How It Works
This module plugs into Phileas through a small service-provider interface (SPI) and reimplements the GLiNER inference pipeline that PhEye runs through the Python gliner library.
The SPI and service discovery
Phileas core defines a small SPI in the package ai.philterd.phileas.services.filters.ai.pheye:
PhEyeDetector: produces raw detections (PhEyeSpan) for a piece of text.PhEyeDetectorProvider: builds a detector. It is discovered at runtime viajava.util.ServiceLoader.
When a PhEye filter is configured with a modelPath (the policy field, or PhiSQL's DETECT PHEYE ... MODEL '<path>'), PhEyeFilter looks up a PhEyeDetectorProvider on the classpath and asks it to build a local detector. With no modelPath, Phileas uses the remote HTTP detector instead.
This module ships LocalPhEyeDetectorProvider and registers it in META-INF/services/ai.philterd.phileas.services.filters.ai.pheye.PhEyeDetectorProvider. Because the provider is registered for ServiceLoader, simply adding this module as a dependency makes local inference available. No extra wiring is required.

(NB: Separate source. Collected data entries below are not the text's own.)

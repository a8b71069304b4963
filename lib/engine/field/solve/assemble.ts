/**
 * From elements to fronts: which unknown each local function is, and the addition of element matrices.
 */

import { EDGE_MODES } from "../element/basis";
import type { LinearSystem } from "./system";
import { addTerms, hasTerms } from "./terms";

/** Most functions on the border of an element. */
export const MOST_OUTER = 3 + 3 * EDGE_MODES;

/**
 * Unknown of each outer local function of triangle t: its number, -1 for a zero, or -2-k for prescribed value k.
 * Jumps and functions that depend on others are not part of it (see `terms`).
 */
export function localUnknowns(system: LinearSystem, t: number, out: Int32Array): number {
  const { set, map, structure } = system;
  const { entityFirst } = structure;
  const { triangles } = set.mesh;
  const { edgeOf } = set.edges;
  let n = 0;
  for (let i = 0; i < 3; i++) {
    const e = map.vertexEntity[triangles[3 * t + i]];
    out[n++] = e < 0 ? e : entityFirst[e];
  }
  const { edgeOrder } = set.layouts[t];
  for (let i = 0; i < 3; i++) {
    const e = map.firstEdge + edgeOf[3 * t + i];
    const size = map.entitySize[e];
    const first = entityFirst[e];
    const functions = edgeOrder[i] - 1;
    // On an edge that leaves the axis the first function depends on the others.
    const skipped = map.axis && map.axis.end[edgeOf[3 * t + i]] > 0 ? 1 : 0;
    for (let m = 0; m < functions; m++) out[n++] = size === 0 || m < skipped ? -1 : first + m - skipped;
  }
  return n;
}

/** Adds the matrix of triangle t to a front: its panel (k columns) and its border matrix (stride m). */
export function addElement(
  system: LinearSystem,
  t: number,
  frontPlace: Int32Array,
  local: Int32Array,
  panel: Float64Array,
  panelAt: number,
  k: number,
  border: Float64Array,
  borderAt: number,
  m: number,
): void {
  const { matrices, weight } = system;
  const n = localUnknowns(system, t, local);
  if (hasTerms(system, t)) {
    addTerms(system, t, n, frontPlace, local, panel, panelAt, k, border, borderAt, m);
    return;
  }
  for (let i = 0; i < n; i++) local[i] = local[i] < 0 ? -1 : frontPlace[local[i]];
  const w = weight[t];
  const { values } = matrices;
  let at = matrices.start[t];
  for (let i = 0; i < n; i++) {
    const r = local[i];
    if (r < 0) {
      at += i + 1;
      continue;
    }
    for (let j = 0; j <= i; j++, at++) {
      const c = local[j];
      if (c < 0) continue;
      // Two vertices on one shared value meet on its diagonal, once for each of the two places in the full matrix.
      const value = c === r && i !== j ? 2 * w * values[at] : w * values[at];
      const row = r > c ? r : c;
      const column = r > c ? c : r;
      if (column < k) panel[panelAt + row * k + column] += value;
      else border[borderAt + (row - k) * m + (column - k)] += value;
    }
  }
}

/**
 * Right-hand side from prescribed values: -K·g for the value number `which` set to one. Jumps never meet prescribed
 * values other than zero, since these belong to the potential, which has no cuts.
 */
export function loadPrescribed(system: LinearSystem, which: number, rhs: Float64Array): void {
  const { set, map, matrices, weight } = system;
  const { triangles } = set.mesh;
  const local = new Int32Array(MOST_OUTER);
  const code = -2 - which;
  for (let t = 0; t < set.triangleCount; t++) {
    const v0 = map.vertexEntity[triangles[3 * t]];
    const v1 = map.vertexEntity[triangles[3 * t + 1]];
    const v2 = map.vertexEntity[triangles[3 * t + 2]];
    if (v0 !== code && v1 !== code && v2 !== code) continue;
    const n = localUnknowns(system, t, local);
    const start = matrices.start[t];
    for (let i = 0; i < n; i++) {
      if (local[i] < 0) continue;
      let s = 0;
      for (let j = 0; j < 3; j++) {
        if (local[j] !== code) continue;
        s += matrices.values[start + (i >= j ? (i * (i + 1)) / 2 + j : (j * (j + 1)) / 2 + i)];
      }
      rhs[local[i]] -= weight[t] * s;
    }
  }
}
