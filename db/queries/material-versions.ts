import { and, asc, eq, inArray, sql } from "drizzle-orm";
import type { Database } from "../client";
import { materials, materialVersions } from "../schema/materials";
import { teams } from "../schema/organisation";
import { recordMaterials } from "../schema/records";
import { type MaterialRow, materialColumns } from "./materials";

/** One version with the moment it was made. */
export interface MaterialVersionRow extends MaterialRow {
  readonly madeAt: number;
}

/** The newest versions of all materials of some teams, retired ones included. */
export function materialsOfTeams(
  db: Database,
  teamIds: readonly string[],
): (MaterialRow & { teamName: string })[] {
  return db
    .select({ ...materialColumns, teamName: teams.name })
    .from(materials)
    .innerJoin(teams, eq(teams.id, materials.teamId))
    .innerJoin(
      materialVersions,
      and(eq(materialVersions.materialId, materials.id), eq(materialVersions.version, materials.version)),
    )
    .where(inArray(materials.teamId, [...teamIds]))
    .all();
}

/** Every version of a material, the first one first; whether the reader may see it is the caller's question. */
export function versionsOfMaterial(db: Database, id: string): MaterialVersionRow[] {
  return db
    .select({ ...materialColumns, madeAt: materialVersions.createdAt })
    .from(materials)
    .innerJoin(teams, eq(teams.id, materials.teamId))
    .innerJoin(materialVersions, eq(materialVersions.materialId, materials.id))
    .where(eq(materials.id, id))
    .orderBy(asc(materialVersions.version))
    .all();
}

/** In how many records of some teams each material stands. */
export function recordsByMaterial(db: Database, teamIds: readonly string[]): Map<string, number> {
  const rows = db
    .select({ id: recordMaterials.materialId, records: sql<number>`count(*)` })
    .from(recordMaterials)
    .where(inArray(recordMaterials.teamId, [...teamIds]))
    .groupBy(recordMaterials.materialId)
    .all();
  return new Map(rows.map(({ id, records }) => [id, records]));
}
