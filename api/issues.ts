import type { z } from "zod";
import { pointerTo, schemaComplaints } from "@/lib/engine";
import type { Complaint } from "@/lib/service/refusal";

type ParameterComplaint = Extract<Complaint, { parameter: string }>;

type Issue = z.core.$ZodIssue;

/** What a schema found wrong with a body. */
export function bodyComplaints(schema: z.ZodType, issues: readonly Issue[]): Complaint[] {
  return schemaComplaints(schema, issues).map(({ path, detail }) => ({
    pointer: pointerTo("#", ...path),
    detail,
  }));
}

/** The same for query or path parameters, which have a name only. */
export function parameterComplaints(schema: z.ZodType, issues: readonly Issue[]): ParameterComplaint[] {
  return schemaComplaints(schema, issues).map(({ path, detail }) => ({
    parameter: path.map(String).join("."),
    detail,
  }));
}
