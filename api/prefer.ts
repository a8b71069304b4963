/** Longest wait that is granted, s. */
export const LONGEST_WAIT = 30;

/** Seconds of `Prefer: wait=N` (RFC 7240), at most 30; 0 where none is asked for or it cannot be read. */
export function preferredWait(headers: Headers): number {
  const header = headers.get("prefer") ?? "";
  for (const part of header.split(/[,;]/)) {
    const wait = /^\s*wait\s*=\s*"?(\d{1,6})"?\s*$/i.exec(part)?.[1];
    if (wait !== undefined) return Math.min(Number(wait), LONGEST_WAIT);
  }
  return 0;
}
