import { and, asc, count, desc, eq, gte, inArray, like, lt, or, type SQL, sql } from "drizzle-orm";
import type { Database } from "../client";
import { embeds } from "../schema/embeds";
import { activity } from "../schema/journal";
import { keys } from "../schema/keys";
import { materials, materialVersions } from "../schema/materials";
import { people, teams } from "../schema/organisation";
import { records } from "../schema/records";
import type { ActivityRow } from "./activity";

/** An act with the names of what it concerns, as they are now. */
export interface ActivityEntry extends ActivityRow {
  readonly team: { readonly id: string; readonly name: string } | null;
  readonly subjectName: string | null;
  /** Whether the subject is still there. */
  readonly subjectPresent: boolean;
}

export interface ActivityWanted {
  /** Whose acts may be read: of these teams, and the person's own; null for all. */
  readonly readers: { readonly teamIds: readonly string[]; readonly personId: string } | null;
  readonly teamId?: string;
  /** First word of the action: `key`, `person` … */
  readonly kind?: string;
  readonly actorKind?: ActivityRow["actorKind"];
  readonly subjectId?: string;
  /** Found in who acted, in the action or in what it concerned. */
  readonly search: string;
  /** Unix ms. */
  readonly from?: number;
  readonly before?: number;
  readonly oldestFirst: boolean;
  readonly limit: number;
  readonly offset: number;
}

/** The name of what an act concerned: its present one, or the one that was kept when it was deleted. */
const NAMES: SQL[] = [
  sql`(select ${people.name} from ${people} where ${people.id} = ${activity.subjectId} and ${people.removedAt} is null)`,
  sql`(select ${keys.name} from ${keys} where ${keys.id} = ${activity.subjectId})`,
  sql`(select ${embeds.name} from ${embeds} where ${embeds.id} = ${activity.subjectId})`,
  sql`(select json_extract(${materialVersions.data}, '$.name') from ${materials} join ${materialVersions} on ${materialVersions.materialId} = ${materials.id} and ${materialVersions.version} = ${materials.version} where ${materials.id} = ${activity.subjectId})`,
  sql`(select ${records.label} from ${records} where ${records.id} = ${activity.subjectId})`,
  sql`(select ${teams.name} from ${teams} where ${teams.id} = ${activity.subjectId})`,
];
const PRESENT = sql<string | null>`coalesce(${sql.join(NAMES, sql`, `)})`;
const KEPT = sql<
  string | null
>`coalesce((select ${people.name} from ${people} where ${people.id} = ${activity.subjectId}), json_extract(${activity.before}, '$.label'))`;

function conditions(wanted: ActivityWanted): SQL | undefined {
  const { readers, teamId, kind, actorKind, subjectId, search, from, before } = wanted;
  const pattern = `%${search.replace(/[\\%_]/g, "\\$&")}%`;
  const contains = (column: SQL | typeof activity.actorName) => sql`${column} like ${pattern} escape '\\'`;
  return and(
    readers === null
      ? undefined
      : or(
          readers.teamIds.length > 0 ? inArray(activity.teamId, [...readers.teamIds]) : undefined,
          eq(activity.actorId, readers.personId),
        ),
    teamId === undefined ? undefined : eq(activity.teamId, teamId),
    kind === undefined ? undefined : like(activity.action, `${kind.replace(/[%_]/g, "")}.%`),
    actorKind === undefined ? undefined : eq(activity.actorKind, actorKind),
    subjectId === undefined ? undefined : eq(activity.subjectId, subjectId),
    from === undefined ? undefined : gte(activity.at, from),
    before === undefined ? undefined : lt(activity.at, before),
    search === ""
      ? undefined
      : or(
          contains(activity.actorName),
          contains(sql`${activity.action}`),
          contains(sql`${activity.subjectId}`),
          contains(sql`coalesce(${PRESENT}, ${KEPT}, '')`),
        ),
  );
}

/** A page of the activity, and how many acts there are in all. */
export function pageOfActivity(
  db: Database,
  wanted: ActivityWanted,
): { readonly rows: ActivityEntry[]; readonly total: number } {
  const where = conditions(wanted);
  const rows = db
    .select({
      act: activity,
      teamName: teams.name,
      present: PRESENT,
      kept: KEPT,
    })
    .from(activity)
    .leftJoin(teams, eq(teams.id, activity.teamId))
    .where(where)
    .orderBy(wanted.oldestFirst ? asc(activity.seq) : desc(activity.seq))
    .limit(wanted.limit)
    .offset(wanted.offset)
    .all()
    .map(({ act, teamName, present, kept }) => ({
      ...act,
      team: act.teamId === null ? null : { id: act.teamId, name: teamName ?? act.teamId },
      subjectName: present ?? kept,
      subjectPresent: present !== null,
    }));
  const total = db.select({ acts: count() }).from(activity).where(where).get()?.acts ?? 0;
  return { rows, total };
}
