import { Refusal } from "@/lib/service/refusal";

interface Range {
  readonly type: string;
  readonly quality: number;
}

function ranges(header: string): Range[] {
  return header
    .split(",")
    .map((part) => {
      const [type, ...parameters] = part.split(";").map((piece) => piece.trim().toLowerCase());
      const quality = Number(parameters.find((parameter) => parameter.startsWith("q="))?.slice(2) ?? "1");
      return { type, quality: Number.isFinite(quality) ? quality : 0 };
    })
    .filter(({ type }) => type !== "");
}

/** How much a client wants a media type: the most specific range that matches it decides (RFC 9110, 12.5.1). */
function qualityOf(mediaType: string, wanted: readonly Range[]): number {
  const group = `${mediaType.split("/")[0]}/*`;
  for (const type of [mediaType, group, "*/*"]) {
    const range = wanted.find((entry) => entry.type === type);
    if (range) return range.quality;
  }
  return 0;
}

/**
 * The media type to answer with. `format=` names one by the last part of its name (`text` for text/plain) and goes
 * before the Accept header. Throws a Refusal of 406 where nothing fits.
 */
export function negotiate(produces: readonly string[], headers: Headers, query: URLSearchParams): string {
  const format = query.get("format");
  if (format !== null) {
    const named = produces.find((type) => formatName(type) === format);
    if (named) return named;
    const detail = `must be one of ${produces.map(formatName).join(", ")}.`;
    throw new Refusal("invalid-input", `The parameter format ${detail}`, {
      errors: [{ parameter: "format", detail }],
    });
  }
  const accept = headers.get("accept");
  if (accept === null || accept.trim() === "") return produces[0];
  const wanted = ranges(accept);
  let best: { type: string; quality: number } | undefined;
  for (const type of produces) {
    const quality = qualityOf(type, wanted);
    if (quality > 0 && quality > (best?.quality ?? 0)) best = { type, quality };
  }
  if (!best) throw new Refusal("not-acceptable", `This call answers with ${produces.join(" or ")}.`);
  return best.type;
}

function formatName(mediaType: string): string {
  return mediaType === "text/plain" ? "text" : mediaType.split("/")[1];
}
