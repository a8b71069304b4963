/**
 * Triangles whose local values are not simply unknowns: at cuts of the stream function, where jumps are added, and at
 * the axis of a body of revolution, where some functions depend on others. There each local value is a sum of terms
 * coefficient · unknown.
 */

import { dependentWeights } from "../assembly/axis";
import type { LinearSystem } from "./system";

export interface LocalTerms {
  readonly local: number[];
  readonly unknown: number[];
  readonly coefficient: number[];
}

export function hasTerms(system: LinearSystem, t: number): boolean {
  const { jumps, axis } = system.map;
  if (jumps && jumps.start[3 * t + 3] > jumps.start[3 * t]) return true;
  if (!axis) return false;
  const { triangles } = system.set.mesh;
  return (
    (axis.vertex[triangles[3 * t]] |
      axis.vertex[triangles[3 * t + 1]] |
      axis.vertex[triangles[3 * t + 2]]) ===
    1
  );
}

/** An edge of a triangle whose function of order 2 depends on the others. */
export interface DependentEdge {
  /** Local place of its function of order 2; those of higher order follow. */
  readonly place: number;
  /** Local vertices with the smaller and the larger number. */
  readonly low: number;
  readonly high: number;
  readonly weights: { readonly low: number; readonly high: number; readonly modes: readonly number[] };
}

export function dependentEdges(system: LinearSystem, t: number): DependentEdge[] {
  const { set, map } = system;
  const { axis } = map;
  if (!axis) return [];
  const { triangles } = set.mesh;
  const { edgeOrder, edgeStart } = set.layouts[t];
  const result: DependentEdge[] = [];
  for (let i = 0; i < 3; i++) {
    const e = set.edges.edgeOf[3 * t + i];
    const order = edgeOrder[i];
    // An edge without unknowns of order 3 and above is insulated: constant, unless its order is 2.
    if (axis.end[e] === 0 || (map.entitySize[map.firstEdge + e] === 0 && order > 2)) continue;
    const a = (i + 1) % 3;
    const b = (i + 2) % 3;
    const forward = triangles[3 * t + a] < triangles[3 * t + b];
    result.push({
      place: edgeStart[i],
      low: forward ? a : b,
      high: forward ? b : a,
      weights: dependentWeights(axis.end[e], order),
    });
  }
  return result;
}

/** All terms of a triangle's outer values; `unknowns` as filled by `localUnknowns`. Prescribed values are left out. */
export function localTerms(system: LinearSystem, t: number, n: number, unknowns: Int32Array): LocalTerms {
  const terms: LocalTerms = { local: [], unknown: [], coefficient: [] };
  const add = (local: number, unknown: number, coefficient: number): void => {
    terms.local.push(local);
    terms.unknown.push(unknown);
    terms.coefficient.push(coefficient);
  };
  for (let i = 0; i < n; i++) if (unknowns[i] >= 0) add(i, unknowns[i], 1);
  const { jumps } = system.map;
  const { entityFirst } = system.structure;
  const addVertex = (local: number, vertex: number, coefficient: number): void => {
    if (unknowns[vertex] >= 0 && local !== vertex) add(local, unknowns[vertex], coefficient);
    for (let p = jumps?.start[3 * t + vertex] ?? 0; jumps && p < jumps.start[3 * t + vertex + 1]; p++) {
      add(local, entityFirst[jumps.entity[p]], coefficient * jumps.sign[p]);
    }
  };
  for (let i = 0; i < 3; i++) addVertex(i, i, 1);
  for (const { place, low, high, weights } of dependentEdges(system, t)) {
    addVertex(place, low, weights.low);
    addVertex(place, high, weights.high);
    weights.modes.forEach((w, m) => {
      if (unknowns[place + 1 + m] >= 0) add(place, unknowns[place + 1 + m], w);
    });
  }
  return terms;
}

/** Adds the matrix of such a triangle to a front. */
export function addTerms(
  system: LinearSystem,
  t: number,
  n: number,
  frontPlace: Int32Array,
  unknowns: Int32Array,
  panel: Float64Array,
  panelAt: number,
  k: number,
  border: Float64Array,
  borderAt: number,
  m: number,
): void {
  const { matrices, weight } = system;
  const { local, unknown, coefficient } = localTerms(system, t, n, unknowns);
  const start = matrices.start[t];
  for (let p = 0; p < local.length; p++) {
    const row = frontPlace[unknown[p]];
    for (let q = 0; q < local.length; q++) {
      const column = frontPlace[unknown[q]];
      if (column > row) continue;
      const i = Math.max(local[p], local[q]);
      const j = Math.min(local[p], local[q]);
      const value =
        weight[t] * coefficient[p] * coefficient[q] * matrices.values[start + (i * (i + 1)) / 2 + j];
      if (column < k) panel[panelAt + row * k + column] += value;
      else border[borderAt + (row - k) * m + (column - k)] += value;
    }
  }
}
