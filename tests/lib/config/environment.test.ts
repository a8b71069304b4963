import { mkdtempSync, readFileSync, rmSync, statSync, writeFileSync } from "node:fs";
import { tmpdir } from "node:os";
import { join } from "node:path";
import { afterEach, beforeEach, describe, expect, test } from "vitest";
import { ConfigError, readConfig } from "@/lib/config/environment";
import { deriveKey } from "@/lib/config/secret";

let folder: string;
beforeEach(() => {
  folder = mkdtempSync(join(tmpdir(), "rhoform-config-"));
});
afterEach(() => rmSync(folder, { recursive: true, force: true }));

const read = (variables: Record<string, string> = {}) => readConfig({ RHOFORM_DATA: folder, ...variables });

describe("settings", () => {
  test("have defaults that serve this machine only", () => {
    expect(read()).toMatchObject({
      host: "127.0.0.1",
      port: 3000,
      origin: "http://127.0.0.1:3000",
      demo: true,
      trustedProxies: [],
      databasePath: join(folder, "rhoform.sqlite"),
      log: join(folder, "log", "rhoform.jsonl"),
    });
  });

  test("empty variables count as missing", () => {
    expect(read({ HOST: "", PORT: "", RHOFORM_ORIGIN: "", RHOFORM_DEMO: "", RHOFORM_SECRET: "" })).toEqual(
      read(),
    );
  });

  test("come from the environment", () => {
    const config = read({
      HOST: "0.0.0.0",
      PORT: "8080",
      RHOFORM_DEMO: "0",
      RHOFORM_TRUSTED_PROXIES: "10.0.0.0/8, 192.0.2.7",
      RHOFORM_LOG: "stdout",
    });
    expect(config).toMatchObject({ origin: "http://127.0.0.1:8080", demo: false, log: "stdout" });
    expect(config.trustedProxies).toEqual(["10.0.0.0/8", "192.0.2.7"]);
    expect(read({ RHOFORM_ORIGIN: "https://rhoform.example/" }).origin).toBe("https://rhoform.example");
    expect(read({ HOST: "::1" }).origin).toBe("http://[::1]:3000");
  });

  test.each([
    ["PORT", "many"],
    ["PORT", "70000"],
    ["RHOFORM_ORIGIN", "rhoform.example"],
    ["RHOFORM_ORIGIN", "https://rhoform.example/path"],
    ["RHOFORM_SECRET", "short"],
    ["RHOFORM_DEMO", "maybe"],
    ["RHOFORM_ADDRESS_QUOTA", "0"],
  ])("a wrong %s is named", (name, value) => {
    expect(() => read({ [name]: value })).toThrow(ConfigError);
    expect(() => read({ [name]: value })).toThrow(name);
  });
});

describe("the secret", () => {
  test("is made once, kept, and readable by its owner only", () => {
    const { secret } = read();
    expect(secret.length).toBeGreaterThanOrEqual(43);
    expect(read().secret).toBe(secret);
    expect(statSync(join(folder, "secret")).mode & 0o777).toBe(0o600);
    expect(readFileSync(join(folder, "secret"), "utf8")).toBe(`${secret}\n`);
  });

  test("of the environment goes before it, and a damaged one is told", () => {
    expect(read({ RHOFORM_SECRET: "a long enough secret" }).secret).toBe("a long enough secret");
    writeFileSync(join(folder, "secret"), "");
    expect(() => read()).toThrow(/damaged/);
  });

  test("gives each purpose a key of its own", () => {
    const of = (secret: string, purpose: string) => Buffer.from(deriveKey(secret, purpose)).toString("hex");
    expect(of("a", "x")).toHaveLength(64);
    expect(of("a", "x")).toBe(of("a", "x"));
    expect(new Set([of("a", "x"), of("a", "y"), of("b", "x")]).size).toBe(3);
  });
});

The detector returns PhEyeSpan results. The PhEyeFilter then applies its per-label thresholds and replacement strategies on top, exactly as it does for remote detections, so the rest of the redaction policy behaves identically whether detection ran locally or remotely.
The GLiNER pipeline
LocalPhEyeDetector reimplements the pipeline PhEye runs through the Python gliner library (GLiNER 0.2.25, uni-encoder span model, markerV0):
- Split text into words with a Unicode-aware whitespace splitter (regex
\w+(?:[-_]\w+)*|\S), keeping each word's character offsets. - Build the prompt as
[<<ENT>> label]* <<SEP>> <text words>. - Tokenize the prompt and text pre-split, and build a
words_maskmarking the first subtoken of each text word. - Enumerate candidate spans
[i, i+width]forwidthin0..max_width-1(max_widthis 12 for the PII model). - Run the ONNX model with inputs
input_ids,attention_mask,words_mask,text_lengths,span_idx, andspan_mask, and read thelogitsoutput of shape[words, width, classes]. - Decode: apply
sigmoid(logits) > threshold, then perform greedy flat (non-overlapping, highest score first) selection. - Map the selected word spans back to character offsets and return them as
PhEyeSpanresults.
The span width, maximum length, and prompt tokens come from the model's gliner_config.json. See Model Directory for the files this requires, and Limitations and Accuracy for the parity status of this port.